In Yochanan 1:42 where our received text informs us that Kefa means “rock” the Catalan also has this explanation in exactly the same place.

Again in John 4:25 the Catalan text explains that Messiah means “Messiahos” where the received text explains that Messiah means “Christos”.

Another evidence that the Catalan Gospels are not sourced from the original Hebrew, is that they contain the text of John 7:53-8:11, and in exactly the same location as in our standard editions of John. This would not be the case if the ultimate source were the original Hebrew or John. The story of the alleged adulteress (John 7:53-8:11) does not actually appear in many of the most ancient manuscripts. It does not appear in the Aramaic Peshita or the Aramaic Old Syriac texts. Those Greek manuscripts which do contain it place it in various places some after Luke 21:38 and some after John 7:36 or after 7:52 or even after 21:24. The fact that it appears in the Catalan John and in exactly the place where we have it in our modern versions, is very much evidence that the ultimate source of the Catalan Gospels is not the original Hebrew.

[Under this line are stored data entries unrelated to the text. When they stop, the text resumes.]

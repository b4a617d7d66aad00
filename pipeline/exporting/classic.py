"""NetCDF files of the classic form as bytes: the same content gives the same bytes, on any day and machine.

NetCDF-4 would be smaller, but its HDF5 library writes the time of day into the file. Text is stored as characters
(UTF-8), since the classic form has no other.
"""

from __future__ import annotations

import io
from typing import TYPE_CHECKING, Any

import numpy as np
from scipy.io import netcdf_file

if TYPE_CHECKING:
    from collections.abc import Mapping, Sequence

    from numpy.typing import NDArray

FILLS: Mapping[str, Any] = {
    "f8": np.float64(np.nan), "i2": np.int16(np.iinfo(np.int16).min), "i4": np.int32(np.iinfo(np.int32).min),
}  # fmt: skip
_OFFSETS_OF_64_BITS = 2


class ClassicFile:
    """A NetCDF file that is being written."""

    def __init__(self, attributes: Mapping[str, Any]) -> None:
        self._bytes = io.BytesIO()
        self._file = netcdf_file(self._bytes, mode="w", version=_OFFSETS_OF_64_BITS)
        self.names: set[str] = set()
        _describe(self._file, attributes)

    def add_dimension(self, name: str, size: int) -> None:
        """Add a dimension."""
        self._file.createDimension(name, size)

    def add_variable(
        self,
        name: str,
        values: NDArray[Any],
        dimensions: Sequence[str],
        attributes: Mapping[str, Any],
        *,
        filled: bool,
    ) -> None:
        """Add a variable.

        Parameters
        ----------
        name
            Of the variable.
        values
            float64, int16 or int32, or texts as objects.
        dimensions, attributes
            Of the variable; one dimension more is made for texts.
        filled
            Whether values may be missing: then they are the fill value of their kind.

        """
        self.names.add(name)
        own: dict[str, Any] = dict(attributes)
        if values.dtype.kind == "O":
            letters = _letters(values)
            if (letters.view(np.uint8) > 127).any():
                own["_Encoding"] = "utf-8"
            along = f"string{letters.shape[-1]}"
            if along not in self._file.dimensions:
                self.add_dimension(along, letters.shape[-1])
            values, dimensions = letters, (*dimensions, along)
        elif filled:
            own["_FillValue"] = FILLS[values.dtype.str[1:]]
        kind = "c" if values.dtype.kind == "S" else values.dtype.newbyteorder(">")
        variable = self._file.createVariable(name, kind, tuple(dimensions))
        variable.data[...] = values
        _describe(variable, own)

    def as_bytes(self) -> bytes:
        """Return the file."""
        self._file.flush()
        return self._bytes.getvalue()


def _letters(texts: NDArray[Any]) -> NDArray[np.bytes_]:
    """Return texts as characters, (..., n_letter), of the longest one's length."""
    coded = [str(text).encode() for text in texts.ravel()]
    longest = max((len(text) for text in coded), default=0) or 1
    letters = np.array(coded, dtype=f"S{longest}").view("S1")
    return letters.reshape(*texts.shape, longest)


def _describe(what: Any, attributes: Mapping[str, Any]) -> None:
    for key, value in attributes.items():
        setattr(what, key, value.encode() if isinstance(value, str) else np.asarray(value))
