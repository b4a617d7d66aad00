"""Small made-up oceans as tables, each quantity a function of cast and pressure: for faults and for look-alikes."""

from __future__ import annotations

from dataclasses import dataclass
from typing import TYPE_CHECKING, Any

import gsw
import numpy as np
import pyarrow as pa

from tests.invented import EXPOCODE

if TYPE_CHECKING:
    from collections.abc import Callable, Mapping

    from numpy.typing import NDArray

    FloatArray = NDArray[np.floating[Any]]
    Quantity = Callable[["Place"], FloatArray]


@dataclass(frozen=True)
class Place:
    """Where samples are: the number of the cast and the pressure (dbar), (n_row,) each."""

    c: FloatArray
    p: FloatArray


DEEP = (5, 25, 50, 75, 100, 150, 200, 300, 400, 500, 600, 800, 1000, 1250, 1500, 2000, 2500, 3000, 3500, 4000)
SHELF = (3, 10, 20, 30, 45, 60, 80, 100)
# Standard deviations of what is measured twice, and of each quantity.
NOISE = {
    "temperature": 0.002, "ctd_salinity": 0.001, "bottle_salinity": 0.001, "ctd_oxygen": 0.8, "bottle_oxygen": 0.8,
    "nitrate": 0.08, "phosphate": 0.01, "silicate": 0.5, "nitrite": 0.005, "dic": 1.5, "alkalinity": 1.5,
    "delta_carbon_13": 0.03, "delta_carbon_14": 3.0, "delta_oxygen_18": 0.03,
}  # fmt: skip


def _warmth(at: Place) -> FloatArray:
    return np.asarray(1.6 + 17.0 * np.exp(-at.p / 420.0) + 0.1 * np.sin(at.c) * np.exp(-at.p / 800.0))


def _salt(at: Place) -> FloatArray:
    minimum = 0.35 * np.exp(-(((at.p - 900.0) / 350.0) ** 2))
    return np.asarray(34.72 + 0.9 * np.exp(-at.p / 250.0) - minimum + 0.003 * np.sin(at.c))


def _respired(at: Place) -> FloatArray:
    return np.asarray(
        1.9 * (1.0 - np.exp(-at.p / 350.0)) * (0.75 + 0.25 * np.exp(-(((at.p - 1100.0) / 700.0) ** 2)))
    )


def _oxygen(at: Place) -> FloatArray:
    absolute = gsw.SA_from_SP(_salt(at), at.p, -20.0, -30.0)
    theta = gsw.pt0_from_t(absolute, _warmth(at), at.p)
    return np.asarray(1.01 * gsw.O2sol_SP_pt(_salt(at), theta) - 85.0 * _respired(at))


QUANTITIES: Mapping[str, Quantity] = {
    "temperature": _warmth,
    "ctd_salinity": _salt,
    "bottle_salinity": _salt,
    "ctd_oxygen": _oxygen,
    "bottle_oxygen": _oxygen,
    "nitrate": lambda at: 0.3 + 16.0 * _respired(at) + 0.0006 * at.p,
    "phosphate": lambda at: 0.12 + _respired(at) + 0.00004 * at.p,
    "silicate": lambda at: 1.0 + 12.0 * _respired(at) + 0.02 * at.p,
    "nitrite": lambda at: 0.4 * np.exp(-(((at.p - 90.0) / 40.0) ** 2)),
    "dic": lambda at: 2040.0 + 95.0 * _respired(at) + 0.008 * at.p,
    "alkalinity": lambda at: 2300.0 * _salt(at) / 35.0 + 0.02 * at.p,
    "delta_carbon_13": lambda at: 1.9 - 0.85 * _respired(at),
    "delta_carbon_14": lambda at: 60.0 - 230.0 * (1.0 - np.exp(-at.p / 900.0)),
    "delta_oxygen_18": lambda at: 0.5 * (_salt(at) - 34.7),
}


def ocean(
    n_cast: int = 10,
    levels: tuple[int, ...] = DEEP,
    changes: Mapping[str, Quantity] | None = None,
    latitude: Quantity | None = None,
    longitude: Quantity | None = None,
) -> pa.Table:
    """Return bottle samples of casts half a degree apart; ``changes`` replaces or adds quantities.

    Row ``cast * len(levels) + level`` is a sample; the noise is always the same.
    """
    cast = np.repeat(np.arange(n_cast, dtype=np.float64), len(levels))
    pressure = np.tile(np.array(levels, dtype=np.float64), n_cast)
    at, n_row = Place(cast, pressure), len(cast)
    chance = np.random.default_rng(20_260)
    columns: dict[str, object] = {
        "expocode": [EXPOCODE] * n_row,
        "station": [f"{number + 1:.0f}" for number in cast],
        "cast": pa.array([1] * n_row, type=pa.int64()),
        "sample": [str(number % len(levels) + 1) for number in range(n_row)],
        "time": pa.array(
            1_236_000_000 + (cast * 8 * 3600).astype(np.int64), type=pa.timestamp("s", tz="UTC")
        ),
        "latitude": latitude(at) if latitude else -30.0 + 0.5 * cast,
        "longitude": longitude(at) if longitude else -20.0 + 0.0 * cast,
        "bottom_depth": np.full(n_row, 1.0) * max(levels) + 60.0,
        "file": ["cruise_hy1.csv"] * n_row,
        "line": pa.array(range(4, 4 + n_row), type=pa.int64()),
        "pressure": pressure,
    }
    for name, quantity in {**QUANTITIES, **(changes or {})}.items():
        columns[name] = quantity(at) + NOISE.get(name, 0.0) * chance.standard_normal(n_row)
    return pa.table(columns)


def row(cast: int, pressure: int, levels: tuple[int, ...] = DEEP) -> int:
    """Return the row of the sample of a cast, counted from 0, at one of the levels."""
    return cast * len(levels) + levels.index(pressure)


def patch(at: Place, casts: tuple[int, int], pressures: tuple[int, int]) -> FloatArray:
    """Return 1 in a patch of the ocean that spans casts and pressures, and 0 elsewhere."""
    inside = (at.c >= casts[0]) & (at.c <= casts[1]) & (at.p >= pressures[0]) & (at.p <= pressures[1])
    return inside.astype(np.float64)
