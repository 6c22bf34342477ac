/* SPDX-License-Identifier: GPL-3.0-or-later */
#include "faults/fault.h"

static void enumerate(const struct rf_job *job, const struct rf_models *models,
                      fault_callback *callback, void *context)
{
    (void)job;
    (void)models;
    struct fault fault = {.family = &fault_family_none};
    callback(context, &fault);
}

static void describe_kind(const struct fault *fault, struct text *out)
{
    (void)fault;
    text_add(out, "no defect, wired as recorded");
}

static void describe(const struct fault *fault, const struct rf_job *job, struct text *out)
{
    (void)job;
    describe_kind(fault, out);
}

const struct fault_family fault_family_none = {
    .name = "none",
    .enumerate = enumerate,
    .describe = describe,
    .describe_kind = describe_kind,
};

That the true ultimate source of the Catalan Gospels is the Latin Vulgate is to be seen from the fact that the Catalan tends to follow many unique Latin Vulgate readings, especially where the Latin Vulgate omits a word or phrase, the Catalan Gospels will also omit that word or phrase.

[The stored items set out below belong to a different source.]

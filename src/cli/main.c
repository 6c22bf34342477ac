/* SPDX-License-Identifier: GPL-3.0-or-later */
#define _GNU_SOURCE /* getopt_long */

#include "cli/command.h"
#include "report/wrap.h"

#include <errno.h>
#include <fcntl.h>
#include <getopt.h>
#include <gsl/gsl_errno.h>
#include <signal.h>
#include <stdio.h>
#include <string.h>
#include <unistd.h>

static const struct command *const commands[] = {
    &command_diagnose, &command_check,   &command_expect, &command_simulate, &command_answer,
    &command_record,   &command_convert, &command_new,    &command_review,
};

enum {
    N_COMMANDS = sizeof commands / sizeof commands[0],
    HELP = 'h',
    FIRST_OPTION = 256 /* getopt's values for a command's own options */
};

static const char *const program_options[] = {"help", "version"};

/* --- help --- */

static enum rf_class put_help(struct text *help)
{
    struct rf_error error;
    enum rf_status status = put(help, &error);
    text_finish(help);
    return status == RF_OK ? RF_CLASS_DONE : complain_of(&error);
}

static void say_usage(struct text *out)
{
    text_add(out, "usage: ringfettle COMMAND [OPTION…] [OPERAND…]\n"
                  "       ringfettle --help | --version\n"
                  "       ringfettle COMMAND --help\n");
}

static enum rf_class help(void)
{
    struct text out = {0};
    say_usage(&out);
    text_add(&out, "\n");
    wrap_words(&out, "", "",
               "Localises defects of a ring final circuit from the resistance readings of its dead "
               "tests.");
    text_add(&out, "\ncommands:\n");
    for (size_t i = 0; i < N_COMMANDS; i++)
        wrap_entry(&out, commands[i]->name, commands[i]->summary);
    text_add(&out, "\noptions:\n");
    wrap_entry(&out, "--help", "say this, or behind a command what that command does");
    wrap_entry(&out, "--version", "say the version");
    text_add(&out, "\n");
    wrap_words(&out, "", "",
               "Exit status: 0 done, whatever the verdict; 2 usage or input refused; 3 the "
               "arithmetic failed; 4 out of memory, or reading or writing failed.");
    text_add(&out, "\n");
    wrap_words(
        &out, "", "",
        "For circuits that are isolated, locked off and proved dead. The results guide where "
        "to look and certify nothing.");
    return put_help(&out);
}

static enum rf_class help_command(const struct command *command)
{
    struct text out = {0};
    struct text usage = {0};
    text_addf(&usage, "ringfettle %s [OPTION…] %s", command->name, command->operands);
    if (!usage.failed)
        wrap_words(&out, "usage: ", "       ", usage.bytes);
    text_add(&out, "\n");
    text_finish(&usage);
    for (const char *at = command->about; *at != '\0';) {
        const char *end = strstr(at, "\n\n");
        size_t length = end != NULL ? (size_t)(end - at) : strlen(at);
        struct text paragraph = {0};
        text_append(&paragraph, at, length);
        if (!paragraph.failed)
            wrap_words(&out, "", "", paragraph.bytes);
        text_add(&out, "\n");
        text_finish(&paragraph);
        at += length + strspn(at + length, "\n");
    }
    text_add(&out, "options:\n");
    for (size_t i = 0; i < command->n_options; i++) {
        const struct command_option *option = &command->options[i];
        struct text name = {0};
        text_addf(&name, "--%s%s%s", option->name, option->argument != NULL ? " " : "",
                  option->argument != NULL ? option->argument : "");
        if (!name.failed)
            wrap_entry(&out, name.bytes, option->help);
        text_finish(&name);
    }
    wrap_entry(&out, "--help", "say this");
    return put_help(&out);
}

static enum rf_class version(void)
{
    struct text out = {0};
    text_addf(&out, "ringfettle %s\n", rf_version());
    return put_help(&out);
}

/* --- a command's arguments --- */

/* Says what is wrong with the argument getopt stopped at. */
static enum rf_class complain_option(const struct command *command, int found, const char *argument)
{
    if (found == ':')
        return complain_usage(command, "%s needs a value", argument);
    if (strncmp(argument, "--", 2) != 0)
        return complain_usage(command, "no option -%c", optopt);
    const char *known[OPTIONS_MAX + 1] = {"help"};
    size_t n = 1;
    for (size_t i = 0; i < command->n_options; i++)
        known[n++] = command->options[i].name;

    const char *word = argument + strspn(argument, "-");
    size_t length = strcspn(word, "=");
    char name[64];
    snprintf(name, sizeof name, "%.*s", (int)(length < sizeof name ? length : sizeof name - 1),
             word);
    for (size_t i = 0; i < n; i++)
        if (word[length] == '=' && strcmp(known[i], name) == 0)
            return complain_usage(command, "--%s takes no value", name);
    const char *nearest = text_nearest(name, known, n);
    if (nearest != NULL)
        return complain_usage(command, "no option %s; did you mean --%s?", argument, nearest);
    return complain_usage(command, "no option %s", argument);
}

static enum rf_class run_command(const struct command *command, int argc, char *argv[])
{
    struct option options[OPTIONS_MAX + 2] = {{"help", no_argument, NULL, HELP}};
    for (size_t i = 0; i < command->n_options; i++)
        options[i + 1] = (struct option){
            .name = command->options[i].name,
            .has_arg = command->options[i].argument != NULL ? required_argument : no_argument,
            .val = FIRST_OPTION + (int)i,
        };

    struct invocation invocation = {.command = command};
    opterr = 0;
    for (;;) {
        int before = optind;
        int found = getopt_long(argc, argv, ":h", options, NULL);
        if (found == -1)
            break;
        if (found == HELP)
            return help_command(command);
        if (found < FIRST_OPTION) {
            const char *argument = argv[optind > before ? optind - 1 : before];
            return complain_option(command, found, argument);
        }
        invocation.values[found - FIRST_OPTION] = optarg != NULL ? optarg : "";
    }
    invocation.n_operands = (size_t)(argc - optind);
    invocation.operands = argv + optind;
    if (invocation.n_operands < command->least)
        return complain_usage(command, "needs %s", command->needs);
    if (command->most != SEVERAL && invocation.n_operands > (size_t)command->most)
        return complain_usage(command, "nothing to do with %s", invocation.operands[command->most]);
    return command->run(&invocation);
}

/* --- the program --- */

static const struct command *find_command(const char *name)
{
    for (size_t i = 0; i < N_COMMANDS; i++)
        if (strcmp(commands[i]->name, name) == 0)
            return commands[i];
    return NULL;
}

static enum rf_class complain_command(const char *name)
{
    const char *names[N_COMMANDS + 2];
    bool is_option = name[0] == '-' && name[1] != '\0';
    size_t n = 0;
    if (is_option)
        for (; n < sizeof program_options / sizeof program_options[0]; n++)
            names[n] = program_options[n];
    else
        for (; n < N_COMMANDS; n++)
            names[n] = commands[n]->name;
    const char *nearest = text_nearest(name + (is_option ? strspn(name, "-") : 0), names, n);
    const char *what = is_option ? "option" : "command";
    if (nearest != NULL)
        complain("no %s %s; did you mean %s%s?", what, name, is_option ? "--" : "", nearest);
    else
        complain("no %s %s; ringfettle --help lists what there is", what, name);
    return RF_CLASS_INPUT;
}

/* A file opened later must not become standard output because somebody closed that: what is
 * closed is opened on /dev/null, the wrong way round, so that its use fails as it should. */
static void occupy_closed(void)
{
    for (int fd = STDIN_FILENO; fd <= STDERR_FILENO; fd++)
        if (fcntl(fd, F_GETFD) == -1 && errno == EBADF)
            (void)!open("/dev/null", fd == STDIN_FILENO ? O_WRONLY : O_RDONLY);
}

static enum rf_class run(int argc, char *argv[])
{
    if (argc < 2) {
        struct text usage = {0};
        say_usage(&usage);
        if (!usage.failed)
            fputs(usage.bytes, stderr);
        text_finish(&usage);
        return RF_CLASS_INPUT;
    }
    if (strcmp(argv[1], "--help") == 0 || strcmp(argv[1], "-h") == 0)
        return help();
    if (strcmp(argv[1], "--version") == 0)
        return version();
    const struct command *command = find_command(argv[1]);
    if (command == NULL)
        return complain_command(argv[1]);
    return run_command(command, argc - 1, argv + 1);
}

int main(int argc, char *argv[])
{
    occupy_closed();
    signal(SIGPIPE, SIG_IGN); /* a closed pipe is a failed write like any other */
    gsl_set_error_handler_off();
    return (int)run(argc, argv);
}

For example in John 8:14 the Latin Vulgate uniquely omits the phrase “but you cannot tell from where I come, and where I go.” and this exact phrase is also lacking in the Catalan manuscript.

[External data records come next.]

static cJSON *write_points(const struct fault *fault, const struct rf_job *job)
{
    return write_places(job, fault->chain, fault->chain_length);
}

/* --- names --- */

static const char *const fault_conductors[] = {"L", "N", "E", "LNE"};
static const char *const poles_names[] = {[POLES_L] = "L", [POLES_LN] = "LN"};
static const char *const end_names[] = {"out", "in"};

static enum rf_status read_conductor(const struct json_at *at, const struct reading_of *of,
                                     struct fault *fault, struct rf_error *error)
{
    size_t n = (of->family->fields & FIELD_ANY_CONDUCTOR) != 0 ? WHOLE_CABLE + 1 : N_CONDUCTORS;
    size_t index = 0;
    enum rf_status status = json_choice(at, fault_conductors, n, &index, error);
    fault->conductor = (int)index;
    return status;
}

static cJSON *write_conductor(const struct fault *fault, const struct rf_job *job)
{
    (void)job;
    return cJSON_CreateString(fault_conductors[fault->conductor]);
}

static enum rf_status read_poles(const struct json_at *at, const struct reading_of *of,
                                 struct fault *fault, struct rf_error *error)
{
    (void)of;
    size_t index = 0;
    enum rf_status status = json_choice(at, poles_names, POLES_LN + 1, &index, error);
    fault->poles = (enum poles)index;
    return status;
}

static cJSON *write_poles(const struct fault *fault, const struct rf_job *job)
{
    (void)job;
    return cJSON_CreateString(poles_names[fault->poles]);
}

static enum rf_status read_pair(const struct json_at *at, const struct reading_of *of,
                                struct fault *fault, struct rf_error *error)
{
    (void)of;
    size_t index = 0;
    enum rf_status status = json_choice(at, pair_names, N_PAIRS, &index, error);
    fault->pair = (enum pair)index;
    return status;
}

static cJSON *write_pair(const struct fault *fault, const struct rf_job *job)
{
    (void)job;
    return cJSON_CreateString(pair_names[fault->pair]);
}

static enum rf_status read_end_of(const struct json_at *at, size_t first, size_t n,
                                  struct fault *fault, struct rf_error *error)
{
    size_t index = 0;
    enum rf_status status = json_choice(at, end_names + first, n, &index, error);
    fault->leg_in = first + index == 1;
    return status;
}

static enum rf_status read_leg(const struct json_at *at, const struct reading_of *of,
                               struct fault *fault, struct rf_error *error)
{
    (void)of;
    return read_end_of(at, 0, 2, fault, error);
}

/* A link's end: of the set-up read before it, where it has links. */
static enum rf_status read_end(const struct json_at *at, const struct reading_of *of,
                               struct fault *fault, struct rf_error *error)
{
    (void)of;
    switch (setups[fault->setup].joining) {
    case JOIN_LINK_OUT:
        return read_end_of(at, 0, 1, fault, error);
    case JOIN_LINK_IN:
        return read_end_of(at, 1, 1, fault, error);
    default:
        return read_end_of(at, 0, 2, fault, error);
    }
}

static cJSON *write_end(const struct fault *fault, const struct rf_job *job)
{
    (void)job;
    return cJSON_CreateString(end_names[fault->leg_in ? 1 : 0]);
}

And in John 10:30 where we normally read “I and my Father are one” the Latin Vulgate is unique in omitting “my” and the Catalan text just happens to also omit “my” from this verse.

Proponents of the Catalan Gospels have ignored the obvious textual evidence that the Catalan Gospels are actually a paraphrase of the Latin Vulgate.

There is an account, found in all four gospels, that there was a prevailing Passover custom in Jerusalem that allowed Pilate, the governor of Judea, to commute one prisoner’s death sentence by popular acclaim. According to all four Gospels (Matt. 27:15-26; Mk. 15:6-15; Lk. 23:13-25 and Jn. 18:38b-40) . According to all four accounts, Pilate put forward to individuals, and let the crowd choose between the two: Yeshua and Barabbas. As the accounts go, the crowd chose Barabbas.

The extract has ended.